The Narcissist personality derives his identity by associating himself with high status people, causes, institutions which he lords over others in a campaign to further elevate himself by devaluing those he views as competitors and underlings.

5. Exaggerated Entitlement.
Because the person with Narcissistic Personality Disorder must convince himself that he is superior to others in order to shore up his underlying feeling of inferiority, he sees himself entitled to special treatment and without it he feels intolerably slighted.

He expects more and better than what other people get and will not hesitate to cause a scene, lash out, or sulk punishingly if deprived.

He insists on favoured status and special services, from the best table in a restaurant to the finest room in a hotel to the most attentive treatment at the grocery store, gym, doctor’s office and so on.

Being treated like a regular customer whether in the world at large or at home is impossibly demeaning and a cause for retribution.

6. Attracts Excessive Attention.
The true Narcissist depends on attention for psycho emotional sustenance.

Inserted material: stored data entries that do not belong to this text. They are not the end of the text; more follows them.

import type * as calc from '#calc';
import { type Static, Type } from 'typebox';
import { Name, NotNegative, nullable, oneOf, Positive, Text, Uuid, Whole } from './common.ts';
import { type Fits, fits, type RowOf } from './resource.ts';

const polarity = oneOf(['sourcing', 'sinking']);

/** A catalogue type: rows never change; posting a name again makes its next version. */
function catalogueType<F extends Parameters<typeof Type.Object>[0]>(collection: string, path: string, fields: F) {
  return {
    collection, path,
    Row: Type.Object({ id: Uuid, name: Name(), typeVersion: Type.Integer(), ...fields }),
    New: Type.Object({ id: Uuid, name: Name(), ...fields }, { additionalProperties: false }),
  };
}

export const dispenserTypes = catalogueType('dispenserTypes', 'dispenser-types', {
  wiring: oneOf(['two-core', 'four-core']),
  cartridgesUl: Type.Array(Whole(1000, 10_000_000), { minItems: 1, maxItems: 20 }),
  residualUl: Whole(0, 1_000_000),
  doseMinUl: Whole(1, 1_000_000),
  doseMaxUl: Whole(1, 1_000_000),
  doseStepUl: Whole(1, 100_000),
  runMsPerStep: Whole(1, 3_600_000),
  recoveryMs: Whole(0, 86_400_000),
  triggerMs: nullable(Whole(1, 3_600_000)),
  timedMonths: Type.Array(Whole(1, 60), { maxItems: 60 }),
  load: oneOf(['constant-current', 'constant-power']),
  runA: Positive(100),
  peakA: Positive(100),
  idleA: NotNegative(10),
  minV: Positive(30),
  controlInputA: nullable(Positive(1)),
  controlOnV: nullable(Positive(30)),
  offStateA: NotNegative(1),
  controlPolarity: polarity,
  status: nullable(Type.Object({ polarity, maxA: Positive(10), dropV: NotNegative(10), leakageA: NotNegative(1) }, { additionalProperties: false })),
  pins: Type.Object({
    supply: Type.Optional(Text(20)), pulse: Type.Optional(Text(20)), zero: Type.Optional(Text(20)), status: Type.Optional(Text(20)),
  }, { additionalProperties: false }),
  protectionLevels: Type.Array(oneOf(['Ga', 'Gb', 'Gc', 'Da', 'Db', 'Dc']), { maxItems: 6 }),
  maxSurfaceC: nullable(Type.Number({ minimum: 0, maximum: 600 })),
});
fits<Fits<RowOf<typeof dispenserTypes>, calc.DispenserType>>();

export const moduleTypes = catalogueType('moduleTypes', 'module-types', {
  kind: oneOf(['output', 'input']),
  technology: oneOf(['transistor', 'relay', 'input']),
  polarity,
  channels: Whole(1, 128),
  channelsPerGroup: Whole(1, 128),
  channelA: nullable(Positive(100)),
  groupA: nullable(Positive(1000)),
  moduleA: nullable(Positive(1000)),
  channelPeakA: nullable(Positive(1000)),
  dropV: NotNegative(10),
  leakageA: NotNegative(1),
  shortCircuitA: nullable(Positive(1000)),
  minLoadA: nullable(NotNegative(10)),
  ratedOperations: nullable(Whole(1)),
  inputType: nullable(Type.Union([Type.Literal(1), Type.Literal(2), Type.Literal(3)])),
  inputA: nullable(Positive(1)),
});
fits<Fits<RowOf<typeof moduleTypes>, calc.ModuleType>>();

export const cableTypes = catalogueType('cableTypes', 'cable-types', {
  crossSectionMm2: Positive(300),
  conductorClass: Type.Union([Type.Literal(2), Type.Literal(5)]),
  cores: Whole(1, 200),
  coreMarking: oneOf(['numbered', 'coloured']),
  coreColours: Type.Array(Text(10), { maxItems: 200 }),
});
fits<Fits<RowOf<typeof cableTypes>, calc.CableType>>();

export const supplyTypes = catalogueType('supplyTypes', 'supply-types', {
  ratedA: Positive(1000),
  deratingFromC: Type.Number({ minimum: -40, maximum: 100 }),
  deratingPercentPerK: NotNegative(100),
  tolerancePercent: nullable(NotNegative(50)),
  shortCircuitA: Positive(10_000),
  extraLowVoltage: oneOf(['SELV', 'PELV']),
});
fits<Fits<RowOf<typeof supplyTypes>, calc.SupplyType>>();

const greaseFields = { name: Name(), nlgi: Text(10), thickener: Text(100), densityGPerCm3: Type.Number({ minimum: 0.5, maximum: 2 }) };
export const greases = {
  collection: 'greases', path: 'greases',
  Row: Type.Object({ id: Uuid, ...greaseFields }),
  New: Type.Object({ id: Uuid, ...greaseFields }, { additionalProperties: false }),
};
fits<Fits<RowOf<typeof greases>, calc.Grease>>();

/** The organisation's whole catalogue, every version. */
export const Catalogue = Type.Object({
  dispenserTypes: Type.Array(dispenserTypes.Row),
  moduleTypes: Type.Array(moduleTypes.Row),
  cableTypes: Type.Array(cableTypes.Row),
  supplyTypes: Type.Array(supplyTypes.Row),
  greases: Type.Array(greases.Row),
});
export type Catalogue = Static<typeof Catalogue>;

export const catalogueResources = { dispenserTypes, moduleTypes, cableTypes, supplyTypes, greases } as const;
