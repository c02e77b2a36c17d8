import { type Static, type TEnum, type TSchema, Type } from 'typebox';

/** UUIDv7 made by whoever creates the row: a repeated request is then the same row. */
export const Uuid = Type.String({ format: 'uuid' });
export const nullable = <T extends TSchema>(schema: T) => Type.Union([schema, Type.Null()]);
export const oneOf = <const T extends string[]>(values: readonly [...T]): TEnum<T> => Type.Enum<T>(values);

export const Text = (max = 200) => Type.String({ maxLength: max });
export const Name = (max = 200) => Type.String({ minLength: 1, maxLength: max, pattern: '^\\S(.*\\S)?$' });
export const Positive = (max = 1e9) => Type.Number({ exclusiveMinimum: 0, maximum: max });
export const NotNegative = (max = 1e9) => Type.Number({ minimum: 0, maximum: max });
export const Whole = (minimum: number, maximum = Number.MAX_SAFE_INTEGER) => Type.Integer({ minimum, maximum });

/** RFC 9457 problem document. `type` is stable, `title` is for people, `errors` names the fields at fault. */
export const Problem = Type.Object({
  type: Type.String(),
  title: Type.String(),
  status: Type.Integer(),
  detail: Type.Optional(Type.String()),
  errors: Type.Optional(Type.Array(Type.Object({ field: Type.String(), message: Type.String() }))),
  /** With `stale-write`: the row as it is now. */
  current: Type.Optional(Type.Unknown()),
});
export type Problem = Static<typeof Problem>;

/** The stable types of problems, as the last part of `https://lanewright.example/problems/…`. */
export const problemTypes = [
  'bad-request', 'invalid-input', 'not-signed-in', 'sign-in-failed', 'not-allowed', 'not-found', 'stale-write',
  'version-missing', 'conflict', 'still-used', 'too-large', 'unreadable-file', 'undo-refused', 'cancelled', 'internal',
] as const;
export type ProblemType = (typeof problemTypes)[number];
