import type { Express } from 'express';
import { createServer, get, type IncomingMessage, type Server } from 'node:http';
import type { AddressInfo } from 'node:net';
import supertest from 'supertest';
import { v7 as newId } from 'uuid';
import { afterAll, afterEach, beforeAll, describe, expect, it } from 'vitest';
import { PASSWORD } from '#support/organisation.ts';
import { signedIn, testApp, type TestApp } from '#support/test-app.ts';
import { buildProject, type TestProject } from '#support/test-project.ts';

let app: TestApp;
let project: TestProject;
let second: Express;
let server: Server;
const open: IncomingMessage[] = [];

beforeAll(async () => {
  app = await testApp();
  project = await buildProject(await app.as('engineer'));
  second = await app.secondInstance();
  server = createServer(app.express).listen(0, '127.0.0.1');
});
afterEach(() => open.splice(0).forEach((answer) => answer.destroy()));
afterAll(async () => {
  server.closeAllConnections();
  server.close();
  await app.close();
});

interface Listener {
  readonly sequences: number[];
  readonly ended: Promise<void>;
}

async function cookieHeader(email: string): Promise<string> {
  const answer = await supertest(app.express).post('/api/v1/auth/sign-in').send({ email, password: PASSWORD }).expect(200);
  return (answer.headers['set-cookie'] as unknown as string[]).map((cookie) => cookie.split(';')[0]).join('; ');
}

/** Listens at the first instance. */
async function listen(cookie: string): Promise<Listener> {
  const { port } = server.address() as AddressInfo;
  const answer = await new Promise<IncomingMessage>((resolve) => {
    get({ port, host: '127.0.0.1', path: `${project.url}/events`, headers: { cookie } }, resolve);
  });
  expect(answer.headers['content-type']).toMatch(/^text\/event-stream/);
  open.push(answer);
  const sequences: number[] = [];
  let text = '';
  answer.setEncoding('utf8').on('data', (part: string) => {
    text += part;
    for (let end = text.indexOf('\n\n'); end >= 0; end = text.indexOf('\n\n')) {
      const data = /^event: change\ndata: (.*)$/m.exec(text.slice(0, end));
      if (data) sequences.push((JSON.parse(data[1] ?? '') as { sequence: number }).sequence);
      text = text.slice(end + 2);
    }
  });
  const ended = new Promise<void>((resolve) => {
    answer.once('close', () => resolve());
  });
  await expect.poll(() => sequences.length).toBeGreaterThan(0);
  return { sequences, ended };
}

describe('events', () => {
  it('begin with the number as it is and tell of writes made at another instance', async () => {
    const listener = await listen(await cookieHeader(app.org.emails.viewer));
    const [now = 0] = listener.sequences;
    const engineer = await signedIn(second, app.org.emails.engineer);
    await engineer.post(`${project.url}/points`).send({ id: newId(), tag: 'EV-1' }).expect(201);
    await engineer.post(`${project.url}/points`).send({ id: newId(), tag: 'EV-2' }).expect(201);
    await expect.poll(() => listener.sequences).toEqual([now, now + 1, now + 2]);
  });

  it('do not tell of what was refused', async () => {
    const listener = await listen(await cookieHeader(app.org.emails.viewer));
    const engineer = await app.as('engineer');
    await engineer.post(`${project.url}/points`).send({ id: newId(), tag: 'EV-1' }).expect(409);
    await engineer.post(`${project.url}/points`).send({ id: newId(), tag: 'EV-3' }).expect(201);
    await expect.poll(() => listener.sequences.length).toBe(2);
  });

  it('end when the session is signed out', async () => {
    const cookie = await cookieHeader(app.org.emails.viewer);
    const listener = await listen(cookie);
    await supertest(second).post('/api/v1/auth/sign-out').set('Cookie', cookie).send({}).expect(204);
    await listener.ended;
  });
});
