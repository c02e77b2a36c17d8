import { OverlayContainer } from '@angular/cdk/overlay';
import { TestbedHarnessEnvironment } from '@angular/cdk/testing/testbed';
import { ApplicationRef, ChangeDetectionStrategy, Component } from '@angular/core';
import { TestBed } from '@angular/core/testing';
import { MatButtonHarness } from '@angular/material/button/testing';
import { MatDialog } from '@angular/material/dialog';
import { firstValueFrom } from 'rxjs';
import { ConflictDialog, type ConflictAnswer, type ConflictView } from './conflict-dialog';

@Component({ selector: 'lw-conflict-host', changeDetection: ChangeDetectionStrategy.OnPush, template: '' })
class Host {}

const view: ConflictView = { label: 'GC1-L11', fields: [{ name: 'Dose', mine: '0.2 cm³', theirs: '0.3 cm³' }] };

async function opened() {
  const fixture = TestBed.createComponent(Host);
  const dialog = TestBed.inject(MatDialog).open<ConflictDialog, ConflictView, ConflictAnswer>(ConflictDialog, { data: view });
  await TestBed.inject(ApplicationRef).whenStable();
  return { answer: firstValueFrom(dialog.afterClosed()), loader: TestbedHarnessEnvironment.documentRootLoader(fixture) };
}

describe('ConflictDialog', () => {
  it('shows both values side by side', async () => {
    await opened();
    const row = TestBed.inject(OverlayContainer).getContainerElement().querySelector('tbody tr');
    expect([...row!.children].map((cell) => cell.textContent)).toEqual(['Dose', '0.2 cm³', '0.3 cm³']);
  });

  it.each([['Keep mine', 'mine'], ['Take theirs', 'theirs']] as const)('%s answers %s', async (button, expected) => {
    const { answer, loader } = await opened();
    await (await loader.getHarness(MatButtonHarness.with({ text: button }))).click();
    expect(await answer).toBe(expected);
  });
});
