import type { Design, Project, Versioned } from '#calc';
import type { DesignDocument } from './projects.ts';

/** The calculation's input: the document's rows as they are, with the catalogue beside them. */
export function designOf(document: DesignDocument): Design & { readonly project: Versioned<Project> } {
  const { sequence: _sequence, catalogue, ...rows } = document;
  return { ...rows, ...catalogue };
}
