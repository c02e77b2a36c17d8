import type * as calc from '#calc';
import { oneOf, Uuid, Whole } from './common.ts';
import { type Fits, fits, resource, type RowOf } from './resource.ts';

export const assignments = resource('assignments', 'assignments', {
  dispenserId: Uuid,
  moduleId: Uuid,
  channel: Whole(0, 127),
  purpose: oneOf(['control', 'status']),
}, ['dispenserId', 'moduleId', 'channel', 'purpose']);
fits<Fits<RowOf<typeof assignments>, calc.Versioned<calc.Assignment>>>();
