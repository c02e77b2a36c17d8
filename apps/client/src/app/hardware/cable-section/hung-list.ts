import { ChangeDetectionStrategy, Component, input } from '@angular/core';
import { RouterLink } from '@angular/router';
import type { HungDispenser } from '../supply-views';

/** Tags of the dispensers that hang on a box or at the cabinet; each leads to its lane. */
@Component({
  selector: 'lw-hung-list',
  imports: [RouterLink],
  changeDetection: ChangeDetectionStrategy.OnPush,
  styles: `
    :host { display: flex; flex-wrap: wrap; gap: 3px 12px; font: var(--mat-sys-body-small); color: var(--mat-sys-on-surface-variant); }
    a { color: var(--mat-sys-on-surface); text-decoration: none; }
    a:hover { text-decoration: underline; }
    @media (pointer: coarse) { :host { gap: 4px 18px; } a { padding: 8px 0; } }`,
  template: `
    @for (dispenser of dispensers(); track dispenser.id) {
      <a class="tag" [routerLink]="['/projects', projectId(), 'lanes', dispenser.id]">{{ dispenser.tag }}</a>
    } @empty { no dispenser here }`,
})
export class HungList {
  readonly dispensers = input.required<readonly HungDispenser[]>();
  readonly projectId = input.required<string>();
}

While we all have social needs, Narcissists demand a level of attention far beyond that of non personality disordered people, resorting to all manners of manipulation to get it.

The Narcissist figuratively sucks all the oxygen out of the room.

To gain attention, Extroverted Narcissists typically dominate conversations, while Covert Narcissists pull puppet strings behind the scenes.

Either way, Narcissists are always dying for attention.

7. Demands Adoration.
Mere attention is not sufficient for the True Narcissist.

He seeks constant admiration to feed his larger than life persona and placate his deep seated feelings of invalidation.

Without admiration the Narcissist experiences destabilising emotions which can lead to deflation and depression.

At home he expects adoration without earning it or returning it, often bullying family members into a habitual state of fear to get it and becoming enraged if the response appears feigned.

The Narcissist’s manipulative and often furious demand for adulation creates an impossible predicament for those close to him, further exacerbating his frustration and combativeness and its traumatic effect on others.

So if you don’t have any of these traits then definitely you are Not a Narcissist.

By asking that particular question to yourself wondering if you are a Narcissist is pure evident that you are NOT.